With our channel-interleaving mostly sorted out, Eric and I spent a short time figuring out what to do about it all. The important thing we learned is that the hardware has two modes: linear and tiled. The CPU always accesses memory in linear mode, while the GPU can either use linear or tiled mode. What is important here is that 'linear' mode uses the same interleaving, whether from the GPU or CPU. So, we can only get into trouble if we use tiled mode from the GPU and linear mode from the CPU.

We came up with a fairly simple plan to resolve this issue:

  • Figure out how to automatically detect the precise interleaving configuration of the system. There is a MCH BAR holding the data, and so far most (but not all) machines appear to report what we expect.

  • Add an IOCTL to propose tiling to the kernel, letting the kernel reject the proposal. This gives us a hook to pass back whatever channel interleaving is necessary. When the memory configuration cannot be supported in tiling mode, the call fails and user mode reverts to linear allocations. This will reduce performance, so we want to do it as little as possible.

    A side benefit here is that we get a reliable way of saving tiling data for each buffer -- until now, we've stored that in the sarea for front/back/depth, but hadn't any general plan.

  • For now, fail tiling requests on hardware that uses bit 17 in linear mode, or hardware with an “L” shaped memory configuration. Of course, it would be nice if we could find an ”L”-shaped machine to test with.

  • Add return data to this ioctl to report what address bits to stir into the channel select (bit 6) value. Now user-space needn't change when the hardware configuration does.

  • Provide a way to map buffers through the GTT using the fence registers to de-tile them. This will make tiled buffers appear linear to the CPU. This is required to let us tile X pixmaps as we would otherwise need to use wfb instead of fb for software rendering. We've wanted to do this for a while; it's nice to have the option of using GTT mappings in any case -- writes are less hassle as the WC mapping doesn't require explicit cache flushing. Giving applications the option seems like the best way forward. Of course, when the GTT fills, these mappings will go away. When the application touches a page, it will fault the object back into the GTT.

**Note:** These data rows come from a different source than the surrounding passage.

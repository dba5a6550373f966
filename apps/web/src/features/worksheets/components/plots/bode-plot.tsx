import { CartesianGrid, Line, LineChart, ReferenceLine, Tooltip, XAxis, YAxis } from 'recharts';
import { formatValue, type SweepFigures } from '@biasproof/calc';
import {
  decadeTicks,
  plotColours,
  tick,
} from '@/features/worksheets/components/plots/plot-format.ts';
import { useChartWidth } from '@/features/worksheets/components/plots/use-chart-width.ts';

interface BodePlotProps {
  sweep: SweepFigures;
  /** Frequency the gain table is given at, Hz (marked on both plots). */
  analysisFrequency: number;
}

const height = 220;
const margin = { top: 24, right: 24, bottom: 28, left: 8 };

/** Magnitude and phase against log frequency, with midband gain and −3 dB corners marked. */
export function BodePlot({ sweep, analysisFrequency }: BodePlotProps) {
  const { ref, width } = useChartWidth();
  const data = sweep.freq.map((f, i) => ({ f, db: sweep.db[i] ?? 0, deg: sweep.deg[i] ?? 0 }));
  const lo = sweep.freq[0] ?? 1;
  const hi = sweep.freq.at(-1) ?? 10;
  const ticks = decadeTicks(lo, hi);
  const corners = [sweep.lowCornerHz, sweep.highCornerHz].filter((f): f is number => f !== null);
  const xAxis = (label: string) => (
    <XAxis
      dataKey="f"
      type="number"
      scale="log"
      domain={[lo, hi]}
      ticks={ticks}
      tickFormatter={tick('Hz')}
      allowDataOverflow
      label={{
        value: label,
        position: 'insideBottom',
        offset: -18,
        fill: plotColours.ink,
        fontSize: 12,
      }}
    />
  );
  const markers = (withLabels: boolean) => [
    ...corners.map((f) => (
      <ReferenceLine
        key={`corner-${f}`}
        x={f}
        stroke={plotColours.secondary}
        strokeDasharray="4 3"
        label={
          withLabels
            ? {
                value: `−3 dB ${formatValue(f, 'Hz', { digits: 3 })}`,
                position: 'top',
                fill: plotColours.secondary,
                fontSize: 11,
              }
            : undefined
        }
      />
    )),
    analysisFrequency >= lo && analysisFrequency <= hi ? (
      <ReferenceLine
        key="analysis"
        x={analysisFrequency}
        stroke={plotColours.marker}
        strokeDasharray="1 3"
      />
    ) : null,
  ];
  const tooltip = (
    <Tooltip
      labelFormatter={(f) => formatValue(Number(f), 'Hz')}
      formatter={(v, name) => [
        name === 'db' ? formatValue(Number(v), 'dB') : formatValue(Number(v), '°'),
        name === 'db' ? 'Magnitude' : 'Phase',
      ]}
    />
  );

  return (
    <figure ref={ref} className="flex flex-col gap-1">
      <figcaption className="text-sm font-bold text-ink-900">
        Bode plot: V(output) / input
      </figcaption>
      <div
        role="img"
        aria-label={`Magnitude in dB against frequency from ${formatValue(lo, 'Hz')} to ${formatValue(hi, 'Hz')}; midband ${formatValue(sweep.midbandDb, 'dB')}`}
      >
        <LineChart width={width} height={height} data={data} margin={margin}>
          <CartesianGrid stroke={plotColours.grid} />
          {xAxis('Frequency (Hz)')}
          <YAxis
            dataKey="db"
            tickFormatter={tick('dB')}
            width={84}
            label={{
              value: 'Magnitude (dB)',
              angle: -90,
              position: 'insideLeft',
              style: { textAnchor: 'middle' },
              fill: plotColours.ink,
              fontSize: 12,
            }}
            domain={['auto', 'auto']}
          />
          <ReferenceLine
            y={sweep.midbandDb}
            stroke={plotColours.ink}
            strokeDasharray="6 3"
            label={{
              value: 'midband',
              position: 'insideTopRight',
              fill: plotColours.ink,
              fontSize: 11,
            }}
          />
          <ReferenceLine
            y={sweep.midbandDb - 3.0103}
            stroke={plotColours.secondary}
            strokeDasharray="2 3"
          />
          {markers(true)}
          {tooltip}
          <Line
            dataKey="db"
            type="monotone"
            dot={false}
            stroke={plotColours.primary}
            strokeWidth={2}
            isAnimationActive={false}
          />
        </LineChart>
      </div>
      <div role="img" aria-label="Phase in degrees against frequency">
        <LineChart width={width} height={height} data={data} margin={margin}>
          <CartesianGrid stroke={plotColours.grid} />
          {xAxis('Frequency (Hz)')}
          <YAxis
            dataKey="deg"
            tickFormatter={tick('°')}
            width={84}
            label={{
              value: 'Phase (°)',
              angle: -90,
              position: 'insideLeft',
              style: { textAnchor: 'middle' },
              fill: plotColours.ink,
              fontSize: 12,
            }}
            domain={['auto', 'auto']}
          />
          {markers(false)}
          {tooltip}
          <Line
            dataKey="deg"
            type="monotone"
            dot={false}
            stroke={plotColours.ink}
            strokeWidth={2}
            isAnimationActive={false}
          />
        </LineChart>
      </div>
    </figure>
  );
}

  • Maybe someday provide enough information back to user space to deal with page-level interleaving information. For bit-17 configurations, we'd need to report back the physical bit-17 information for each page. For “L”-shaped configurations, we'd have to return back whether each page was interleaved at all. Attempting to make this work with paging seems really hard though -- you'd have to create some kind of atomic section where user-space would read the interleave information, compute pixel addresses and access the data. Icky.

On Wednesday and Thursday, Jesse Barnes, Zou Nan Hai and I got to attend the 2008 Intel Gfxcon. Put on by Intel GDG (no, I don't know what that means, but it's the Intel integrated graphics group), it was held in Folsom, CA. The trip down on the Intel shuttle was uneventful, but on arrival I found the 42° air full of smoke from wild fires. My plan to bicycle from the hotel to Intel suddenly seemed like it would be a lot less fun.

The conference was huge fun. As usual, meeting people in person is always better than via email or even on a teleconference. After working at Intel for nearly three years now, I'm starting to feel a bit more a part of the organization and less of an outsider. Linux continues to gain mindshare within the company as it gains visibility in our customers' products.

I got to present our current GEM work to a fair-sized crowd, including several people from our Windows driver development team. I was interested to hear what they thought about the architecture and was pleased to learn that a lot of what we're doing is similar to how the Vista driver works. While we can't share source code, it is at least nice that we can share ideas about how best to drive the hardware at the lowest levels of the system.

That evening, Jesse, Nan Hai and I managed to find decent steak-and-potatoes, but our attempt to locate gelato ended in near-failure -- Google led us to a mini-mall in a neighboring town. Upon failing to locate the expected restaurant, we enquired in an Italian place who first told us that the gelato place had closed five years earlier, and then convinced us that they could provide gelato. Served freezer-burnt ice cream, we quickly left for our respective lodgings.

The next evening we found acceptable California-style Mexican food. As usual, portions were large enough to push any thought of desert from our minds. We lumbered back to Nan Hai's hotel room and hacked for several hours, although the free wifi there left a lot to be desired. Then, we chatted about how to get rid of tearing in textured video.

For vblank synchronized textured video, I'm hoping we'll be able to queue the update to the kernel and have it perform the necessary blts. This would mean interrupting the current command stream and switching over to a separate stream. It probably means using separate hardware contexts, which would be a good thing in any case as we could eliminate the per-batch-buffer configuration that the 3D driver currently performs. Work on this will need to start with multiple hardware context support, then move on to interrupting the ring and then figuring out how to manage the blts along with clip list changes etc.